Privacy-first financial AI, fully on-device
AlphaExecuTorch Mobile Kit is an Android app that runs a TinyLlama model entirely on-device using Meta's ExecuTorch runtime. It reads your financial emails, pulls out transaction details like amounts, merchants, and categories, and stores everything in a local SQLite database. No data ever leaves the phone.
The app uses Qualcomm's QNN backend for hardware-accelerated inference, so the model actually runs at usable speeds on mobile. It tokenizes email text locally, runs it through ExecuTorch, and produces structured financial data that feeds into a spending analytics dashboard with category breakdowns and subscription tracking.
I built this at a hackathon in San Francisco at GitHub headquarters. The hackathon was focused on Edge Deployments and On-Device AI, hosted by Meta and Cerebral Valley with support from Qualcomm. I was the only solo participant (team of one) and made it to the top 6 finals. I'm planning to continue working on this project in the coming months.
Meta's on-device ML runtime for running PyTorch models on mobile. The core inference engine for TinyLlama on Android.
Compact 1.1B parameter language model, quantized for mobile deployment. Handles email parsing and structured financial data extraction.
Native app platform for the UI, email integration, and system-level access for on-device inference.
Qualcomm's AI Engine Direct backend. Offloads inference to dedicated hardware accelerators on Snapdragon chipsets.
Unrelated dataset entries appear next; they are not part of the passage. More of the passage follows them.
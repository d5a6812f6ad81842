using System.CommandLine;
using System.Globalization;
using Spatial.Fitting;
using Spatial.Records;

namespace Spatial.Cli.Verbs;

/// <summary><c>spatial apply BASIS MATRIX --out DIR</c>: projects new seasons onto a saved basis and scores them against its training seasons.</summary>
internal static class ApplyVerb
{
    public static Command Create(CliEnv env)
    {
        var basisArg = new Argument<string>("BASIS") { Description = "basis.json written by 'spatial fit'." };
        var matrixArg = new Argument<string>("MATRIX") { Description = "Season matrix of the new records (matrix.parquet from 'spatial import')." };
        var outOpt = new Option<string>("--out") { Description = "Folder for anomalies.csv.", Required = true };
        var ridgeOpt = new Option<double>("--ridge") { Description = "Ridge term for the per-season least squares (fraction of the mean diagonal).", DefaultValueFactory = _ => 0.0 };
        var cmd = new Command("apply", "Project new seasons onto a saved basis: coefficients, residuals, metrics, z-scores and percentiles against the basis's training seasons.")
        {
            basisArg, matrixArg, outOpt, ridgeOpt,
        };
        cmd.SetAction(parseResult =>
        {
            var basisPath = parseResult.GetValue(basisArg)!;
            var matrixPath = parseResult.GetValue(matrixArg)!;
            var outDir = parseResult.GetValue(outOpt)!;
            var ridge = parseResult.GetValue(ridgeOpt);
            if (!(ridge >= 0))
            {
                throw new UsageException("--ridge must not be negative.");
            }

            var basis = BasisFile.Read(basisPath);
            var matrix = SeasonMatrixFile.Read(matrixPath);
            var result = SeasonalFit.Apply(basis, matrix, new ApplyOptions(Ridge: ridge));
            FitFiles.WriteApply(outDir, result);
            RunManifest.Record(outDir, "apply", [basisPath, matrixPath], new Dictionary<string, string?>
            {
                ["ridge"] = ridge.ToString("R", CultureInfo.InvariantCulture),
            });
            if (parseResult.GetValue(CliApp.Json))
            {
                CliOutput.WriteJson(env, new Dictionary<string, object?>
                {
                    ["verb"] = "apply",
                    ["out"] = outDir,
                    ["seasons"] = matrix.Rows,
                    ["components"] = basis.K,
                    ["labels"] = basis.Labels,
                    ["files"] = new[] { FitFiles.Anomalies },
                });
            }
            else
            {
                env.Out.WriteLine($"apply: {matrix.Rows} seasons projected onto {basis.K} components; wrote {FitFiles.Anomalies} in {outDir}");
            }

            return ExitCodes.Done;
        });
        return cmd;
    }
}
Local database for all extracted financial records. Supports fast queries for the analytics dashboard.
The user provides email content to the app. The text gets tokenized on-device using a bundled tokenizer matching the TinyLlama vocabulary, then fed into the model through ExecuTorch. On supported devices, computation is offloaded to Qualcomm's QNN backend for hardware-accelerated inference.
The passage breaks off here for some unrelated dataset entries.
/// <summary><c>spatial regress</c>: least squares with inference and spatial diagnostics on any CSV table.</summary>
internal static class RegressVerb
{
    public static Command Create(CliEnv env)
    {
        var table = new Option<string?>("--table") { Description = "CSV table with a header row (comma separated, invariant numbers). Needs --response and --predictors." };
        var response = new Option<string?>("--response") { Description = "Response column (with --results: comma-separated responses; default the timing, duration and amount components and the main season metrics)." };
        var predictors = new Option<string?>("--predictors") { Description = "Predictor columns, comma separated (e.g. elevation_dem_m,coast_km; with --results default elevation_km,coast_10km,latitude)." };
        var results = new Option<string?>("--results") { Description = "Workflow shortcut: join RESULTS/stations.csv (fit) with RESULTS/covariates.csv and fit each response; writes RESULTS/regression/." };
        var grid = new Option<string?>("--grid") { Description = "With --results: DEM whose land cells get the covariates, the predictions and 95 % prediction intervals (GeoTIFFs, masked at sea)." };
        var gridCoast = new Option<string?>("--coast") { Description = "With --grid: coastline GeoJSON (land polygons mask the sea; distances for coast predictors), or 'world'." };
        var noIntercept = new Option<bool>("--no-intercept") { Description = "Fit without a constant term (R² is then the uncentred one)." };
        var weights = new Option<string?>("--weights") { Description = "Column of positive weights for weighted least squares." };
        var output = new Option<string?>("--out") { Description = "Results folder: files go to OUT/regression/ (regression.json, fitted.csv, local.csv) and OUT/manifest.json." };
        var coords = new Option<string?>("--coords") { Description = "Longitude and latitude columns (WGS 84 degrees), as LON,LAT. Default: longitude,latitude when the table has both." };
        var moranK = new Option<int>("--moran-k") { Description = "Neighbours per station for Moran's I of the residuals (k nearest, great-circle).", DefaultValueFactory = _ => 8 };
        var moranWeights = new Option<string>("--moran-weights") { Description = "Neighbour weights for Moran's I: knn or inverse-distance.", DefaultValueFactory = _ => "knn" };
        var permutations = new Option<int>("--permutations") { Description = "Random permutations for Moran's I p-value (fixed seed).", DefaultValueFactory = _ => 999 };
        var seed = new Option<int>("--seed") { Description = "Seed of the permutation test.", DefaultValueFactory = _ => 20261201 };
        var blockKm = new Option<double?>("--block-km") { Description = "Spatial block cross-validation with square blocks of this side, km." };
        var local = new Option<string?>("--local") { Description = "Local (geographically weighted) regression with a gaussian or bisquare kernel; bandwidth by AICc." };
        var adaptive = new Option<bool>("--adaptive") { Description = "With --local: bandwidth as a number of nearest neighbours instead of km." };
        var bandwidth = new Option<double?>("--bandwidth") { Description = "With --local: use this bandwidth (km, or neighbours with --adaptive) instead of searching." };

        var cmd = new Command("regress", "Fit a response against predictors of any table: coefficients with inference, diagnostics, Moran's I of residuals, block cross-validation, local regression.")
        {
            table, response, predictors, results, grid, gridCoast, noIntercept, weights, output, coords, moranK, moranWeights, permutations, seed, blockKm, local, adaptive, bandwidth,
        };

        cmd.SetAction(parse =>
        {
            var json = parse.GetValue(CliApp.Json);
            var resultsDir = parse.GetValue(results);
            var tablePath = parse.GetValue(table);
            if (resultsDir is null && (tablePath is null || parse.GetValue(response) is null || parse.GetValue(predictors) is null))
            {
                throw new UsageException("regress needs --table, --response and --predictors, or --results DIR");
            }

            if (resultsDir is not null && tablePath is not null)
            {
                throw new UsageException("give either --table or --results, not both");
            }

            if (resultsDir is null && (parse.GetValue(grid) is not null || parse.GetValue(gridCoast) is not null))
            {
                throw new UsageException("--grid and --coast go with --results");
            }

            var preds = parse.GetValue(predictors)?.Split(',', StringSplitOptions.RemoveEmptyEntries | StringSplitOptions.TrimEntries);
            if (preds is { Length: 0 })
            {
                throw new UsageException("--predictors needs at least one column name");
            }

            (string, string)? coordColumns = null;
            if (parse.GetValue(coords) is { } c)
            {
                var parts = c.Split(',', StringSplitOptions.TrimEntries);
                if (parts.Length != 2 || parts.Any(p => p.Length == 0))
                {
                    throw new UsageException($"--coords expects LON,LAT column names, got '{c}'");
                }

                coordColumns = (parts[0], parts[1]);
            }

            var k = parse.GetValue(moranK);
            if (k < 1)
            {
                throw new UsageException($"--moran-k must be at least 1, got {k}");
            }

            var neighbours = parse.GetValue(moranWeights) switch
            {
                "knn" => MoranNeighbours.KNearest,
                "inverse-distance" => MoranNeighbours.InverseDistance,
                var other => throw new UsageException($"--moran-weights must be knn or inverse-distance, got '{other}'"),
            };
            var block = parse.GetValue(blockKm);
            if (block is { } b && !(b > 0))
            {
                throw new UsageException($"--block-km must be a positive number of km, got {b.ToString(CultureInfo.InvariantCulture)}");
            }

            GwrSpec? gwr = null;
            if (parse.GetValue(local) is { } kernelText)
            {
                var kernel = kernelText switch
                {
                    "gaussian" => GwrKernel.Gaussian,
                    "bisquare" => GwrKernel.Bisquare,
                    _ => throw new UsageException($"--local must be gaussian or bisquare, got '{kernelText}'"),
                };
                gwr = new GwrSpec(kernel, parse.GetValue(adaptive), parse.GetValue(bandwidth));
            }
            else if (parse.GetValue(adaptive) || parse.GetValue(bandwidth) is not null)
            {
                throw new UsageException("--adaptive and --bandwidth need --local gaussian|bisquare");
            }

            var perms = parse.GetValue(permutations);
            if (perms < 0)
            {
                throw new UsageException($"--permutations must be 0 or more, got {perms}");
            }

            var options = new RegressionOptions
            {
                Coordinates = coordColumns,
                MoranK = k,
                MoranNeighbours = neighbours,
                Permutations = perms,
                Seed = parse.GetValue(seed),
                BlockKm = block,
                Local = gwr,
            };
            if (resultsDir is not null)
            {
                return RunResults(env, json, resultsDir, parse.GetValue(response), preds, options, parse.GetValue(grid), parse.GetValue(gridCoast));
            }

            var spec = new ModelSpec(parse.GetValue(response)!, preds!, !parse.GetValue(noIntercept), parse.GetValue(weights));
            var data = Table.ReadCsv(tablePath!);
            var report = CliOutput.WithProgress(env, json, "regress", _ => RegressionRun.Fit(data, spec, options));

            var outDir = parse.GetValue(output);
            if (outDir is not null)
            {
                ResultFiles.Write(Path.Combine(outDir, ResultLayout.RegressionFolder), [report]);
                RunManifest.Record(outDir, "regress", [tablePath!], new Dictionary<string, string?>
                {
                    ["response"] = spec.Response,
                    ["predictors"] = string.Join(",", spec.Predictors),
                    ["intercept"] = spec.Intercept ? "true" : "false",
                    ["weights"] = spec.Weights,
                    ["coords"] = coordColumns is { } cc ? $"{cc.Item1},{cc.Item2}" : null,
                    ["moran_k"] = k.ToString(CultureInfo.InvariantCulture),
                    ["moran_weights"] = parse.GetValue(moranWeights),
                    ["permutations"] = perms.ToString(CultureInfo.InvariantCulture),
                    ["seed"] = options.Seed.ToString(CultureInfo.InvariantCulture),
                    ["block_km"] = block?.ToString("R", CultureInfo.InvariantCulture),
                    ["local"] = parse.GetValue(local),
                    ["adaptive"] = gwr is null ? null : (gwr.Adaptive ? "true" : "false"),
                    ["bandwidth"] = parse.GetValue(bandwidth)?.ToString("R", CultureInfo.InvariantCulture),
                });
            }

            if (json)
            {
                var doc = JsonNode.Parse(ResultFiles.Json([report]))!.AsObject();
                var summary = new JsonObject
                {
                    ["verb"] = "regress",
                    ["table"] = tablePath,
                    ["out"] = outDir is null ? null : Path.Combine(outDir, ResultLayout.RegressionFolder),
                    ["models"] = doc["models"]!.DeepClone(),
                };
                env.Out.WriteLine(summary.ToJsonString(CliOutput.JsonOptions));
            }
            else
            {
                RegressionText.Write(env.Out, report);
                if (outDir is not null)
                {
                    env.Out.WriteLine($"wrote {Path.Combine(outDir, ResultLayout.RegressionFolder)}");
                }
            }

            return ExitCodes.Done;
        });
        return cmd;
    }

    private static int RunResults(CliEnv env, bool json, string dir, string? responses, string[]? predictors, RegressionOptions options, string? grid, string? coast)
    {
        var chosen = responses?.Split(',', StringSplitOptions.RemoveEmptyEntries | StringSplitOptions.TrimEntries);
        var outcome = CliOutput.WithProgress(env, json, "regress", _ => Workflow.ResultsRegression.Run(dir, chosen, predictors, options, grid, coast));
        var inputs = new List<string> { Path.Combine(dir, ResultLayout.Stations), Path.Combine(dir, ResultLayout.Covariates) };
        if (grid is not null)
        {
            inputs.Add(grid);
        }

        if (coast is not null && coast != "world")
        {
            inputs.Add(coast);
        }

        RunManifest.Record(dir, "regress", inputs, new Dictionary<string, string?>
        {
            ["results"] = dir,
            ["responses"] = string.Join(",", outcome.Models.Select(m => m.Spec.Response)),
            ["predictors"] = string.Join(",", outcome.Models.Count > 0 ? outcome.Models[0].Spec.Predictors : []),
            ["moran_k"] = options.MoranK.ToString(CultureInfo.InvariantCulture),
            ["permutations"] = options.Permutations.ToString(CultureInfo.InvariantCulture),
            ["seed"] = options.Seed.ToString(CultureInfo.InvariantCulture),
            ["block_km"] = options.BlockKm?.ToString("R", CultureInfo.InvariantCulture),
            ["local"] = options.Local is null ? null : options.Local.Kernel == GwrKernel.Gaussian ? "gaussian" : "bisquare",
            ["grid"] = grid,
            ["coast"] = coast,
        });
        if (json)
        {
            var doc = JsonNode.Parse(ResultFiles.Json(outcome.Models))!.AsObject();
            var summary = new JsonObject
            {
                ["verb"] = "regress",
                ["table"] = outcome.TablePath,
                ["out"] = outcome.Folder,
                ["surfaces"] = new JsonArray(outcome.Surfaces.Select(x => (JsonNode)JsonValue.Create(x)!).ToArray()),
                ["models"] = doc["models"]!.DeepClone(),
            };
            env.Out.WriteLine(summary.ToJsonString(CliOutput.JsonOptions));
        }
        else
        {
            foreach (var model in outcome.Models)
            {
                RegressionText.Write(env.Out, model);
                env.Out.WriteLine();
            }

            env.Out.WriteLine($"wrote {outcome.Folder} ({outcome.Models.Count} models{(outcome.Surfaces.Count > 0 ? $", {outcome.Surfaces.Count} predicted-surface files" : string.Empty)}); joined table {outcome.TablePath}");
        }

        return ExitCodes.Done;
    }
}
The model output goes through a structured extraction layer that pulls out transaction amounts, merchant names, dates, and spending categories. That data gets written to a local SQLite database, indexed for fast queries. The analytics UI reads from this database to render spending dashboards, category breakdowns, and trend charts.
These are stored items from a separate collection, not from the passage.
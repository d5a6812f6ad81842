using System.CommandLine;
using System.Diagnostics;
using System.Globalization;
using Spatial.Core.IO;

namespace Spatial.Cli.Verbs;

/// <summary>
/// <c>spatial demo</c>: writes the invented region Marrowfell and runs the whole pipeline on it — import, fit,
/// covariates, regress (with predicted surfaces), export and report — then prints where everything is and
/// the command that opens the map page. Each step is the same verb a user would run, so the demo shows
/// exactly what the tool does.
/// </summary>
internal static class DemoVerb
{
    public static Command Create(CliEnv env)
    {
        var outDir = new Option<string>("--out") { Description = "Folder for the demo: region/ (the invented inputs) and results/ (everything computed).", DefaultValueFactory = _ => "demo-out" };
        var seed = new Option<int>("--seed") { Description = "Seed of the region's stations, weather and faults.", DefaultValueFactory = _ => 1 };
        var stations = new Option<int>("--stations") { Description = "Number of stations.", DefaultValueFactory = _ => 150 };
        var seasons = new Option<int>("--seasons") { Description = "Number of seasons ending with 2024.", DefaultValueFactory = _ => 45 };
        var command = new Command("demo", "Build the invented demo region and run the whole job on it: import, fit, covariates, regress, export, report; prints the paths and how to open the map page.")
        {
            outDir, seed, stations, seasons,
        };
        command.SetAction(parse =>
        {
            var json = parse.GetValue(CliApp.Json);
            var root = parse.GetValue(outDir)!;
            var region = Path.Combine(root, "region");
            var results = Path.Combine(root, "results");
            var n = parse.GetValue(stations);
            var s = parse.GetValue(seasons);
            var steps = new List<(string Step, double Seconds)>();
            var inv = CultureInfo.InvariantCulture;
            var records = Path.Combine(region, "records.csv.gz");
            var stationList = Path.Combine(region, "stations.csv");
            var dem = Path.Combine(region, "dem.tif");
            var coast = Path.Combine(region, "coastline.geojson");
            string[][] plan =
            [
                ["scenario", "--out", region, "--seed", parse.GetValue(seed).ToString(inv), "--stations", n.ToString(inv), "--seasons", s.ToString(inv)],
                ["import", "--records", records, "--stations", stationList, "--out", results],
                ["fit", Path.Combine(results, ResultLayout.SeasonMatrix), "--out", results, "--refine"],
                ["covariates", "--stations", stationList, "--dem", dem, "--coast", coast, "--out", Path.Combine(results, ResultLayout.Covariates)],
                ["regress", "--results", results, "--grid", dem, "--coast", coast, "--block-km", "20", "--local", "bisquare", "--adaptive"],
                ["export", results, "--coast", coast, "--dem", dem],
                ["report", results, "--coast", coast, "--dem", dem],
            ];
            foreach (var args in plan)
            {
                if (!json)
                {
                    env.Err.WriteLine($"demo: spatial {string.Join(' ', args)}");
                }

                using var stepOut = new StringWriter();
                using var stepErr = new StringWriter();
                var clock = Stopwatch.StartNew();
                var code = CliApp.Run(args, env with { Out = stepOut, Err = stepErr });
                steps.Add((args[0], clock.Elapsed.TotalSeconds));
                if (code != ExitCodes.Done)
                {
                    env.Err.Write(stepErr.ToString());
                    env.Err.WriteLine($"spatial: demo stopped at step '{args[0]}' (exit {code}).");
                    return code;
                }

                if (!json)
                {
                    env.Out.Write(stepOut.ToString());
                }
            }

            var report = Path.Combine(results, ResultLayout.Report);
            var layers = Path.Combine(results, ResultLayout.LayersFolder);
            if (json)
            {
                CliOutput.WriteJson(env, new
                {
                    region,
                    results,
                    report,
                    layers,
                    view_command = $"spatial view {results}",
                    steps = steps.Select(x => new { step = x.Step, seconds = Math.Round(x.Seconds, 2) }).ToArray(),
                });
            }
            else
            {
                env.Out.WriteLine();
                env.Out.WriteLine($"demo done in {steps.Sum(x => x.Seconds).ToString("F1", inv)} s");
                env.Out.WriteLine($"  region (invented inputs): {region}");
                env.Out.WriteLine($"  results:                  {results}");
                env.Out.WriteLine($"  report:                   {report}");
                env.Out.WriteLine($"  GIS layers:               {layers}");
                env.Out.WriteLine($"  open the map page:        dotnet run --project src/Spatial.Cli -c Release -- view {results}");
                env.Out.WriteLine("Results support, and do not replace, the judgement of qualified hydrologists and avalanche professionals; defer to local codes and practice.");
            }

            return ExitCodes.Done;
        });
        return command;
    }
}
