using System.CommandLine;
using Spatial.Core;
using Spatial.Viewer;

namespace Spatial.Cli.Verbs;

/// <summary>
/// <c>spatial view RESULTS_DIR [--port N]</c>: serves the map page of a results folder on 127.0.0.1 until
/// Ctrl-C. Read-only: writes nothing into the folder (not even the run manifest).
/// </summary>
internal static class ViewVerb
{
    public static Command Create(CliEnv env)
    {
        var folder = new Argument<string>("RESULTS_DIR") { Description = "Results folder written by the other verbs (station_list.csv, stations.csv, seasons.csv, basis.json, layers/, …)." };
        var port = new Option<int>("--port") { Description = "TCP port on 127.0.0.1 (0, the default, picks a free port).", DefaultValueFactory = _ => 0 };
        var cmd = new Command("view", "Serve the map page of a results folder on 127.0.0.1 (loopback only) until Ctrl-C.");
        cmd.Arguments.Add(folder);
        cmd.Options.Add(port);
        cmd.SetAction(parseResult =>
        {
            var dir = parseResult.GetValue(folder)!;
            var p = parseResult.GetValue(port);
            var json = parseResult.GetValue(CliApp.Json);
            if (p is < 0 or > 65535)
            {
                throw new UsageException($"--port {p} is not a TCP port; give 1…65535, or 0 (the default) for a free port.");
            }

            ViewerServer server;
            try
            {
                server = ViewerServer.Start(new ViewerOptions(dir, p, ObservedCurves(dir)));
            }
            catch (IOException e) when (e is not FileNotFoundException and not DirectoryNotFoundException)
            {
                throw new UsageException($"cannot listen on 127.0.0.1:{p} ({e.Message}); choose another --port, or leave it out for a free port.");
            }

            try
            {
                if (json)
                {
                    CliOutput.WriteJson(env, new { url = server.Uri.ToString(), stations = server.StationCount, results = Path.GetFullPath(dir) });
                }
                else
                {
                    env.Out.WriteLine($"Map page: {server.Uri}  ({server.StationCount} stations from {Path.GetFullPath(dir)}; Ctrl-C stops)");
                }

                env.Out.Flush();
                server.RunUntilCancelledAsync(env.Cancel).GetAwaiter().GetResult();
            }
            finally
            {
                server.DisposeAsync().AsTask().GetAwaiter().GetResult();
            }

            env.Err.WriteLine("spatial: map page stopped.");
            return ExitCodes.Done;
        });
        return cmd;
    }

    /// <summary>
    /// Observed daily curves for the station panel's chart. They live in <c>matrix.parquet</c>, whose reader
    /// belongs to the records stage (<c>Spatial.Records.SeasonMatrixFile</c>); this composition root passes it to
    /// the viewer once that stage is merged. Until then the panel shows the mean and the reconstruction only,
    /// and says so on the page.
    /// </summary>
    private static Func<StationId, int, float[]?>? ObservedCurves(string folder)
    {
        _ = folder;
        return null;
    }
}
Mobile devices have a fraction of the RAM and storage available on servers. Even TinyLlama at 1.1B parameters needed aggressive quantization (INT8 and INT4) to fit in memory while leaving room for the Android OS and app runtime. Finding the right quantization level meant profiling the tradeoff between model accuracy and memory usage until extraction quality was good enough without blowing past device limits.
Without optimization, inference was taking multiple seconds per email. That's too slow for daily use. The Qualcomm QNN backend made the biggest difference by offloading matrix operations to dedicated neural processing hardware. Beyond that, batching token processing, caching intermediate representations, and tuning the ExecuTorch execution plan to minimize memory copies between CPU and NPU all helped bring latency down.
Smaller models give up reasoning capability. Financial emails come in all kinds of formats: bank alerts, receipts, subscription confirmations, investment statements. The model needed to reliably extract structured data from all of them. Prompt engineering did a lot of the heavy lifting, with instruction templates guiding TinyLlama toward consistent structured output. Edge cases like multi-currency transactions, partial refunds, and bundled charges required iterating on both prompts and post-processing heuristics.